Funny enough, after the chief checked my barn and property, he never thought to hunt for a horse in the dining room.
Later, a friend of Gina’s came by with a horse trailer. Gordon was on the mainland and in a cozy horse shelter with a sizeable donation from me by eight o’clock that night, working on his self-esteem.
“That can’t happen again, Chalese,” Aiden told me the next day, trying to keep the smile off his face. “I’m sorry. My fault. I never should have kissed you.”
I pulled my robe closer to my body. It was eleven in the morning, after all, and I had a deadline. I knew of other writers who didn’t peel their pajamas from their bodies until their kids got home from school. At least I’d had a shower and brushed my teeth.
“Uh…” I said. “Am I supposed to say thanks? Thanks for apologizing? Thanks for not kissing me again? Thanks for coming by and telling me you’ll never kiss me again?”
“I don’t need the thanks, Chalese, but I want to apologize.”

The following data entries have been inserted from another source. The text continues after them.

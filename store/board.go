package store

import (
	"context"
	"encoding/json"
	"time"

	"github.com/jackc/pgx/v5"

	"github.com/rotorwright/rotorwright/fleet"
)

// The board's fleet-wide reads: each answers for every airframe (or part)
// in one query, so a page costs a few round trips whatever the fleet size
// (the fleet page's own reads are in fleetnow.go).

// Labels are the tail codes and serials of records named by id.
type Labels struct {
	Airframes map[string]string // id -> tail code
	Parts     map[string]string // id -> serial
}

// LabelsOf returns the codes and serials of the given airframes and parts in
// one query.
func (db *DB) LabelsOf(ctx context.Context, airframeIDs, partIDs []string) (Labels, error) {
	l := Labels{Airframes: map[string]string{}, Parts: map[string]string{}}
	rows, err := db.pool.Query(ctx, `
		SELECT 'a', id, code FROM airframes WHERE id = ANY($1::uuid[])
		UNION ALL SELECT 'p', id, serial FROM parts WHERE id = ANY($2::uuid[])`, airframeIDs, partIDs)
	if err != nil {
		return l, translate(err)
	}
	defer rows.Close()
	for rows.Next() {
		var k, id, label string
		if err := rows.Scan(&k, &id, &label); err != nil {
			return l, translate(err)
		}
		if k == "a" {
			l.Airframes[id] = label
		} else {
			l.Parts[id] = label
		}
	}
	return l, translate(rows.Err())
}

// RecentFlight is one flight in an airframe's recent list.
type RecentFlight struct {
	ID              string
	TakeoffAt       time.Time
	LandingAt       time.Time
	Pilot           string
	JobCode         *string
	Packs           []string // serials
	PackIDs         []string
	EfficiencyIndex *float64
	ChargeMah       *float64
	LandingG        *float64
	OverrideReason  *string
	ReadyAtTakeoff  *bool // the verdict kept with the flight; nil until judged
}

// RecentFlights returns an airframe's last n flights, newest first, with
// their job, packs and a few figures, in one query.
func (db *DB) RecentFlights(ctx context.Context, airframeID string, n int) ([]RecentFlight, error) {
	rows, err := db.pool.Query(ctx, `
		SELECT fl.id, fl.takeoff_at, fl.landing_at, fl.pilot, j.code,
			coalesce((SELECT array_agg(p.serial ORDER BY fp.slot) FROM flight_packs fp JOIN parts p ON p.id = fp.part_id
			          WHERE fp.flight_id = fl.id), '{}'),
			coalesce((SELECT array_agg(fp.part_id::text ORDER BY fp.slot) FROM flight_packs fp WHERE fp.flight_id = fl.id), '{}'),
			m.efficiency_index, m.charge_mah, m.landing_g, fl.override_reason, (fl.readiness_at_takeoff->>'ready')::boolean
		FROM flights fl LEFT JOIN jobs j ON j.id = fl.job_id LEFT JOIN flight_metrics m ON m.flight_id = fl.id
		WHERE fl.airframe_id = $1 ORDER BY fl.takeoff_at DESC LIMIT $2`, airframeID, n)
	if err != nil {
		return nil, translate(err)
	}
	return collect(rows, func(r pgx.Row) (RecentFlight, error) {
		var f RecentFlight
		return f, r.Scan(&f.ID, &f.TakeoffAt, &f.LandingAt, &f.Pilot, &f.JobCode, &f.Packs, &f.PackIDs,
			&f.EfficiencyIndex, &f.ChargeMah, &f.LandingG, &f.OverrideReason, &f.ReadyAtTakeoff)
	})
}

// PartHealthViews returns the stored health views of the given parts by id
// (parts never computed are absent), in one query.
func (db *DB) PartHealthViews(ctx context.Context, ids []string) (map[string]json.RawMessage, error) {
	rows, err := db.pool.Query(ctx, `SELECT part_id, view FROM part_health WHERE part_id = ANY($1::uuid[])`, ids)
	if err != nil {
		return nil, translate(err)
	}
	defer rows.Close()
	out := map[string]json.RawMessage{}
	for rows.Next() {
		var id string
		var v json.RawMessage
		if err := rows.Scan(&id, &v); err != nil {
			return nil, translate(err)
		}
		out[id] = v
	}
	return out, translate(rows.Err())
}

// PackAttention is a pack whose stored health asks for a check.
type PackAttention struct {
	PartID     string
	Serial     string
	Status     string
	ComputedAt time.Time
	View       json.RawMessage
}

// PacksNeedingAttention lists the packs in service whose stored health is
// not plainly serviceable or carries reasons (storage, imbalance,
// resistance...), worst first, in one query.
func (db *DB) PacksNeedingAttention(ctx context.Context) ([]PackAttention, error) {
	rows, err := db.pool.Query(ctx, `
		SELECT p.id, p.serial, h.status, h.computed_at, h.view
		FROM part_health h JOIN parts p ON p.id = h.part_id
		WHERE p.kind = 'pack' AND p.status <> 'retired'
		  AND (h.status <> 'serviceable' OR jsonb_array_length(coalesce(h.view->'pack'->'reasons', '[]')) > 0)
		ORDER BY CASE h.status WHEN 'retire' THEN 0 WHEN 'watch' THEN 1 ELSE 2 END, p.serial`)
	if err != nil {
		return nil, translate(err)
	}
	return collect(rows, func(r pgx.Row) (PackAttention, error) {
		var a PackAttention
		return a, r.Scan(&a.PartID, &a.Serial, &a.Status, &a.ComputedAt, &a.View)
	})
}

// PackChoice is a pack a pilot may pick for a field check.
type PackChoice struct {
	ID     string
	Serial string
	Status string
	CellsS int
}

// PacksOfCells lists the packs not retired with the given cells in series,
// by serial, in one query.
func (db *DB) PacksOfCells(ctx context.Context, cells int) ([]PackChoice, error) {
	rows, err := db.pool.Query(ctx, `
		SELECT id, serial, status, (specs->>'cells_s')::int FROM parts
		WHERE kind = 'pack' AND status <> 'retired' AND (specs->>'cells_s')::int = $1 ORDER BY serial`, cells)
	if err != nil {
		return nil, translate(err)
	}
	return collect(rows, func(r pgx.Row) (PackChoice, error) {
		var p PackChoice
		return p, r.Scan(&p.ID, &p.Serial, &p.Status, &p.CellsS)
	})
}

// JobByCode returns the job with a code.
func (db *DB) JobByCode(ctx context.Context, code string) (*fleet.Job, error) {
	j, err := scanJob(db.pool.QueryRow(ctx, `SELECT `+jobCols+` FROM jobs WHERE code = $1`, code))
	if err != nil {
		return nil, translateNotFound(err, "job")
	}
	return j, nil
}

How surprised would Aiden be if I all of a sudden ripped my robe open and wriggled about naked like a flexible flamingo?
Nah. Couldn’t do that. Too much stomach, too much hip. N
ot enough boob. Still, the image made me smile.

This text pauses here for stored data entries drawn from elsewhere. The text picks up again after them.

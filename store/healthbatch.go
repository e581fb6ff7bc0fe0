package store

import (
	"cmp"
	"context"
	"slices"
	"time"

	gojson "github.com/goccy/go-json"
	"github.com/jackc/pgx/v5"
	"github.com/jackc/pgx/v5/pgtype"

	"github.com/rotorwright/rotorwright/fleet"
)

// Reads and writes for recomputing many health views at once: a fleet
// recompute reads each kind of record for a batch of parts in one query
// instead of one query per part.

// PartsByID returns the parts with the given ids (missing ones left out).
func (db *DB) PartsByID(ctx context.Context, ids []string) ([]*fleet.Part, error) {
	rows, err := db.pool.Query(ctx, `SELECT `+partCols+` FROM parts WHERE id = ANY($1::uuid[])`, ids)
	if err != nil {
		return nil, translate(err)
	}
	return collect(rows, scanPart)
}

// FitsOf returns every fit, open or ended, of the given parts.
func (db *DB) FitsOf(ctx context.Context, partIDs []string) ([]*fleet.Fit, error) {
	rows, err := db.pool.Query(ctx, `SELECT `+fitCols+` FROM fits WHERE part_id = ANY($1::uuid[])`, partIDs)
	if err != nil {
		return nil, translate(err)
	}
	return collect(rows, func(r pgx.Row) (*fleet.Fit, error) { return scanFit(r) })
}

// RotorRunsOf is RotorRuns for many parts in one query: for each part, the
// runs of the position it was fitted at on every flight while fitted, from
// its since on, by part, oldest first. Bins come as BinsArray, read from
// bins_packed (migration 023): no JSON to print and parse again, and no
// float8[] to send element by element. Only the parts with bins set get
// them (a motor's wear reads them, a propeller's does not): they are most
// of a run's bytes, and a propeller's runs are its motor's again.
func (db *DB) RotorRunsOf(ctx context.Context, partIDs []string, since []time.Time, bins []bool) (map[string][]RotorRun, error) {
	rows, err := db.pool.Query(ctx, `
		SELECT f.part_id, fl.id, fl.takeoff_at, fl.airframe_id, mr.position, mr.run_s, mr.revolutions, mr.mean_rpm,
			mr.thrust_mean_n, CASE WHEN q.bins THEN mr.bins_packed END
		FROM unnest($1::uuid[], $2::timestamptz[], $3::boolean[]) AS q (part_id, since, bins)
		JOIN fits f ON f.part_id = q.part_id
		JOIN flights fl ON `+fitAtTakeoff+`
		JOIN motor_runs mr ON mr.flight_id = fl.id AND mr.position = f.position
		WHERE fl.takeoff_at >= q.since`, partIDs, since, bins)
	if err != nil {
		return nil, translate(err)
	}
	defer rows.Close()
	out := map[string][]RotorRun{}
	// Ids and positions repeat (four motors share each flight, every run
	// its airframe): each is made a string once rather than once a row.
	ids, positions := map[[16]byte]string{}, map[string]string{}
	uuid := func(u pgtype.UUID) string {
		s, ok := ids[u.Bytes]
		if !ok {
			s = u.String()
			ids[u.Bytes] = s
		}
		return s
	}
	for rows.Next() {
		var part, flight, airframe pgtype.UUID
		var m RotorRun
		if err := rows.Scan(&part, &flight, &m.TakeoffAt, &airframe, nil, &m.RunS, &m.Revolutions,
			&m.MeanRPM, &m.ThrustMeanN, nil); err != nil {
			return nil, translate(err)
		}
		id := uuid(part)
		m.FlightID, m.AirframeID = uuid(flight), uuid(airframe)
		pos := rows.RawValues()[4] // text: its bytes in either format
		if m.Position = positions[string(pos)]; m.Position == "" {
			m.Position = string(pos)
			positions[m.Position] = m.Position
		}
		if b := rows.RawValues()[9]; b != nil {
			if m.BinsArray, err = packedBins(rows.FieldDescriptions()[9].Format, b); err != nil {
				return nil, err
			}
		}
		out[id] = append(out[id], m)
	}
	if err := rows.Err(); err != nil {
		return nil, translate(err)
	}
	// Oldest first, sorted here: the database's sort of the wide rows cost
	// more than this one of each part's runs. Not a stable sort (its merges
	// moved the wide rows many times over): one part's runs are on flights
	// at distinct times, and the flight id breaks any tie all the same.
	for _, list := range out {
		slices.SortFunc(list, func(a, b RotorRun) int {
			return cmp.Or(a.TakeoffAt.Compare(b.TakeoffAt), cmp.Compare(a.FlightID, b.FlightID))
		})
	}
	return out, nil
}

// StrikesOf returns the propeller strikes on the airframes or naming the
// parts.
func (db *DB) StrikesOf(ctx context.Context, airframeIDs, partIDs []string) ([]*fleet.Event, error) {
	rows, err := db.pool.Query(ctx, `
		SELECT `+eventCols+` FROM events
		WHERE kind = 'prop_strike' AND (airframe_id = ANY($1::uuid[]) OR part_id = ANY($2::uuid[]))`, airframeIDs, partIDs)
	if err != nil {
		return nil, translate(err)
	}
	return collect(rows, scanEvent)
}

// AirframeTrendPointsOf is AirframeTrendPoints (now) for many airframes in
// one query: the last n logged flights of each, oldest first.
func (db *DB) AirframeTrendPointsOf(ctx context.Context, airframeIDs []string, n int) (map[string][]TrendPoint, error) {
	rows, err := db.pool.Query(ctx, `
		SELECT a.id::text, last.*
		FROM unnest($1::uuid[]) AS a (id)
		CROSS JOIN LATERAL (
			SELECT `+trendPointCols+`
			FROM flights f JOIN flight_metrics m ON m.flight_id = f.id
			WHERE f.airframe_id = a.id
			ORDER BY f.takeoff_at DESC LIMIT $2) last
		ORDER BY a.id, last.takeoff_at`, airframeIDs, n)
	if err != nil {
		return nil, translate(err)
	}
	defer rows.Close()
	out := map[string][]TrendPoint{}
	for rows.Next() {
		var id string
		p, err := scanTrendPoint(rows, &id)
		if err != nil {
			return nil, translate(err)
		}
		out[id] = append(out[id], p)
	}
	return out, translate(rows.Err())
}

// HealthRow is one computed view to store: a part's health (Flagged unused)
// or an airframe's trends (Status unused).
type HealthRow struct {
	ID      string
	Status  string
	Flagged bool
	View    any
	JSON    []byte // View encoded (MarshalView), when the caller encoded it
}

// SavePartHealths stores many parts' health views in one statement, as
// SavePartHealth does one.
func (db *DB) SavePartHealths(ctx context.Context, rows []HealthRow, model int, at time.Time) error {
	ids, statuses, views, err := healthArrays(rows)
	if err != nil {
		return err
	}
	_, err = db.pool.Exec(ctx, `
		INSERT INTO part_health (part_id, computed_at, status, view, model_version)
		SELECT id, $4, status, view::jsonb, $5 FROM unnest($1::uuid[], $2::text[], $3::text[]) AS v (id, status, view)
		ON CONFLICT (part_id) DO UPDATE SET computed_at = EXCLUDED.computed_at, status = EXCLUDED.status, view = EXCLUDED.view,
			model_version = EXCLUDED.model_version`,
		ids, statuses, views, at, model)
	return translate(err)
}

// SaveAirframeTrendsMany stores airframes' computed trends (each row's
// Flagged and View), computed by the health model numbered model, in one
// statement.
func (db *DB) SaveAirframeTrendsMany(ctx context.Context, rows []HealthRow, model int, at time.Time) error {
	ids, _, views, err := healthArrays(rows)
	if err != nil {
		return err
	}
	flagged := make([]bool, len(rows))
	for i, r := range rows {
		flagged[i] = r.Flagged
	}
	_, err = db.pool.Exec(ctx, `
		INSERT INTO airframe_trends (airframe_id, computed_at, flagged, view, model_version)
		SELECT id, $4, flagged, view::jsonb, $5 FROM unnest($1::uuid[], $2::boolean[], $3::text[]) AS v (id, flagged, view)
		ON CONFLICT (airframe_id) DO UPDATE SET computed_at = EXCLUDED.computed_at, flagged = EXCLUDED.flagged, view = EXCLUDED.view,
			model_version = EXCLUDED.model_version`,
		ids, flagged, views, at, model)
	return translate(err)
}

// MarshalView encodes a health view or trends to store: goccy/go-json,
// several times faster than encoding/json on the long series of a view, to
// the same bytes (TestMarshalViewAsStdlib in health).
func MarshalView(v any) ([]byte, error) { return gojson.Marshal(v) }

// healthArrays marshals the views; they travel as text and are cast to
// jsonb in the statement.
func healthArrays(rows []HealthRow) (ids, statuses, views []string, err error) {
	ids, statuses, views = make([]string, len(rows)), make([]string, len(rows)), make([]string, len(rows))
	for i, r := range rows {
		b := r.JSON
		if b == nil {
			if b, err = MarshalView(r.View); err != nil {
				return nil, nil, nil, err
			}
		}
		ids[i], statuses[i], views[i] = r.ID, r.Status, string(b)
	}
	return ids, statuses, views, nil
}
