package store

import (
	"context"
	"math"
	"testing"

	"github.com/jackc/pgx/v5"
	"github.com/jackc/pgx/v5/pgtype"

	"github.com/rotorwright/rotorwright/internal/pgtest"
)

// TestFloat8ArrayAsPgx holds float8Array, the hand decoder of binary
// float8[] RotorRunsOf uses, to pgx's own array codec on arrays the server
// sends: with NULLs, empty, one element, signed zero, infinities, NaN and
// subnormals, in binary and in text format.
func TestFloat8ArrayAsPgx(t *testing.T) {
	pool := pgtest.NewPool(t)
	ctx := context.Background()
	for _, lit := range []string{`'{}'`, `'{1.5}'`, `'{1,NULL,-0,3.25,NULL}'`, `'{NULL}'`,
		`'{Infinity,-Infinity,NaN,4.9406564584124654e-324,1.7976931348623157e308}'`,
		`ARRAY(SELECT g / 7.0 FROM generate_series(1, 500) g)::float8[]`} {
		for _, format := range []int16{pgtype.BinaryFormatCode, pgtype.TextFormatCode} {
			rows, err := pool.Query(ctx, `SELECT (`+lit+`)::float8[]`, pgx.QueryResultFormats{format})
			if err != nil {
				t.Fatal(err)
			}
			if !rows.Next() {
				t.Fatal(lit, rows.Err())
			}
			fd, raw := rows.FieldDescriptions()[0], append([]byte(nil), rows.RawValues()[0]...)
			rows.Close()
			if fd.Format != format {
				t.Fatalf("%s: format %d, asked %d", lit, fd.Format, format)
			}
			got, err := float8Array(fd.Format, raw)
			if err != nil {
				t.Fatalf("%s: %v", lit, err)
			}
			var want []*float64
			if err := pgtype.NewMap().Scan(pgtype.Float8ArrayOID, fd.Format, raw, &want); err != nil {
				t.Fatal(err)
			}
			if got == nil || len(got) != len(want) {
				t.Fatalf("%s (format %d): %d values, pgx %d", lit, format, len(got), len(want))
			}
			for i := range want {
				if (got[i] == nil) != (want[i] == nil) ||
					(got[i] != nil && math.Float64bits(*got[i]) != math.Float64bits(*want[i])) {
					t.Errorf("%s (format %d) [%d]: %v, pgx %v", lit, format, i, got[i], want[i])
				}
			}
		}
	}
	if _, err := float8Array(pgtype.BinaryFormatCode, []byte{0, 0, 0, 1, 0, 0, 0, 0, 0, 0, 2, 189, 0, 0, 0, 2, 0, 0, 0, 1, 0, 0, 0, 8}); err == nil {
		t.Error("a truncated array decoded without error")
	}
}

And when Aiden saw that smile, he murmured, “Damn,” and then stepped into my house, slung an arm around my waist, pulled me close and kissed me like he never should have kissed me.
When he was leaning back against the door, his jaw tight, and I was leaning on him, I said, “Thanks for not kissing me again, Aiden.”
He rolled his eyes.
I laughed.
Laughed with sadness in my heart.
We were in a terrible situation. He wanted to write about me; I wanted to hide.
And all I could think about was what the dear man would look like stark naked on my periwinkle blue comforter on my bed eating orange truffles. Delicious!
“Can I make you an omelet?” he asked.
It’s amazing what you can learn about a person over a cheesy omelet, especially when they insist on trying all my jams and jellies and their expressions tell me they believe they’re tasting fruit heaven.
I did not bother to change out of my robe. It was one that Brenda gave me, silky and blue, and I loved the feel of it. I think Aiden did, too, as he kissed me after he scrambled the eggs, and again after the chopping of the tomatoes and mushrooms, his hands exploring much of that silk robe and the hot body beneath it….
We took the omelets outside to the deck. Aiden helped me get the toast and orange juice and everything else out there.
On the deck we stayed apart by a table and talked while Thunder and Lightning fell asleep by our feet and snored.
We talked about our work, the island, my naughty goats, who had escaped yet again into town, my desire to see Greece one day, our favorite books, favorite movies, politics, and a social issue or two.
By the end of it I felt as if my brain had had sex. Aiden was witty and sharp and could talk and debate until my cranium rang with pleasure.